Less than a year after Traversa Therapeutics declared bankruptcy, the company's founders are making another run at the RNAi drugs space in the form of startup Solstice Biologics, which announced this week that it has raised $18 million in a Series A round of financing.
The investment was from venture capital firms VenBio and Aeris Capital, and is tranched, VenBio managing director and Solstice executive chairman Corey Goodman told Gene Silencing News. Solstice will initially receive $10.5 million, and the remaining $7.5 million will be paid out over the next year and a half based on the achievement of certain scientific milestones.
The money is expected to fund Solstice for up to three years, during which time it aims to refine its core RNAi delivery technology, dubbed ribonucleic neutrals, or RNNs, and conduct proof-of-concept animal studies, he said. The company also expects to expand its team from its current six employees to about a dozen over the coming months as it continues to outfit its San Diego-based laboratory.
Should things work out, Goodman said that the Series A might be enough for Solstice to generate initial phase I data showing that RNNs are safe and well tolerated, and can be used to knock down a clinically relevant target.
“If we can get there, we will have achieved a lot,” he said. “Right now, the business is not to become a pharmaceutical company that takes things from start to finish … [but] for this to be a technology-driven company that will license and sell the technology to bigger companies for their specific projects.”

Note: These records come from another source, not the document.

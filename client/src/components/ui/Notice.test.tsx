import { describe, expect, it } from 'vitest';
import { render, screen } from '@testing-library/react';
import { ApiError } from '../../lib/api-client';
import { ErrorNotice, describeError } from './Notice';

describe('describeError', () => {
  it('words a refusal as "You can\'t do that" with the reason', () => {
    const error = new ApiError({ status: 403, code: 'forbidden', message: 'Only admins may remove people.' });
    expect(describeError(error)).toBe("You can't do that: Only admins may remove people.");
  });

  it("uses the caller's wording for a stale edit", () => {
    const error = new ApiError({ status: 409, code: 'version_conflict', message: 'Version mismatch.' });
    expect(describeError(error, { versionConflict: 'Someone else changed this person; reload to see the latest.' })).toBe(
      'Someone else changed this person; reload to see the latest.',
    );
  });

  it('never shows a raw exception', () => {
    expect(describeError(new TypeError('x is undefined'))).toBe('Something unexpected happened. Please try again.');
  });
});

describe('ErrorNotice', () => {
  it('announces the message as an alert, with the reference for support', () => {
    const error = new ApiError({ status: 403, code: 'forbidden', message: 'Not on this care team.', requestId: 'abc-1' });
    render(<ErrorNotice error={error} />);
    const alert = screen.getByRole('alert');
    expect(alert).toHaveTextContent("You can't do that: Not on this care team.");
    expect(alert).toHaveTextContent('Reference for support: abc-1');
  });

  it('renders nothing without an error', () => {
    const { container } = render(<ErrorNotice error={null} />);
    expect(container).toBeEmptyDOMElement();
  });
});
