import { Controller, type Control, type FieldPath, type FieldValues } from 'react-hook-form';
import { ScoreScale, type ScoreScaleProps } from './ScoreScale';

// Apart from ScoreScale so that a screen showing a scale outside a form (the athlete's home) does not
// load the form library with it (a fast first load on a slow phone).
/** A ScoreScale bound to a react-hook-form field. */
export function ScoreField<T extends FieldValues>({
  control,
  name,
  ...scale
}: Omit<ScoreScaleProps, 'value' | 'onChange' | 'onBlur'> & { control: Control<T, any, any>; name: FieldPath<T> }) {
  return (
    <Controller
      control={control}
      name={name}
      render={({ field }) => <ScoreScale {...scale} value={field.value} onChange={field.onChange} onBlur={field.onBlur} />}
    />
  );
}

That's not to say that Solstice has ruled out the possibility of in-house drug programs some time down the road. But for now, the firm aims to stay capital efficient, Goodman noted. “We'll see how things mature as time goes on.”
In the meantime, Solstice plans to operate in a sort of stealth mode, focusing on refining RNNs for tissues and cell types for which it is most amenable.
While the ultimate goal is to make the technology as broadly applicable as possible, “things are going to come in steps,” Goodman explained. As it stands, RNNs appear best suited for delivering payloads to skin, lung, and blood, but only animal testing will bear this out.
“If the technology works, the sky is the limit,” he said. But “right now, we need to simply let the mouse tell us where it works today.”
RNNs were developed by Traversa co-founder and University of California, San Diego, researcher Steve Dowdy. The exact details of the technology remain under wraps, Goodman said, because there are others working in the same area and Solstice wants to maintain a competitive lead. However, he said that RNNs are completely novel from anything Traversa was working on and that relevant patent applications are not yet publicly available.
While Solstice has licensed a variety of post-Traversa Dowdy's inventions, including ones covered by published patents and applications, “they are not what I'm investing in. What I'm investing in … is [intellectual property] that just got filed last summer” and has not been published, Goodman said.
Who You Know
In taking part in Solstice, Goodman is returning to familiar territory. He left academia in 2001 to help found and run a handful of small biotechs, and in 2007 joined Pfizer as head of its biotherapeutics and bioinnovation center, which oversaw the company's oligonucleotide therapeutics operations.
During his time at Pfizer, Goodman, along with oligo drug veteran Art Krieg, reviewed numerous RNAi delivery strategies, some developed in-house and others by would-be collaborators, but they all fell short, he said.
After he left Pfizer and joined VenBio, he kept his eye on the RNAi space. So when Curt Bradshaw, Traversa's former CSO who had worked with Goodman at Pfizer, contacted him about a year ago to pitch the RNN technology with Dowdy, his curiosity was piqued.
“I assumed I was going to see [another] project that wasn't going to work,” Goodman said, noting that he was aware of Traversa's failure with its own drug-delivery technology (GSN 5/31/2012). “But right away I saw something different than anything I'd ever seen before. They were talking about a pro-drug approach rather than some big liposome.”
According to Goodman, the RNNs involve “side groups for the nucleic acids” that keep them stable in plasma and “look very neutral and biocompatible.
“Because it's neutral, [an RNN] can pass across membranes and when it gets inside [a cell], a ubiquitous enzyme will chew off those side groups” completely, at which point the payload triggers the RNAi mechanism, he said, declining to offer additional details.
Goodman said he questioned Bradshaw and Dowdy about the technology during their initial meeting, and later vetted the approach with VenBio colleagues and experts in the field, and was encouraged by what he saw.
“It works in every mammalian cell line, even primary cells, in culture, and it seems like it works in animals,” he said. “I can't promise this will be a human therapeutic … [but] I've probed really hard and can't find any obvious mistakes. It's plenty risky, but we think there is a chance this might work.”
Should the RNN technology not pan out as expected, Goodman said that he doesn't expect a complete loss on the Series A investment since it could likely find applications as a research reagent.
“The upside is … the moonshot,” he said. “There is the potential to have a big impact on human health, and a big impact on shareholder value.
“It's a big idea, and I think it's worth a shot,” he added.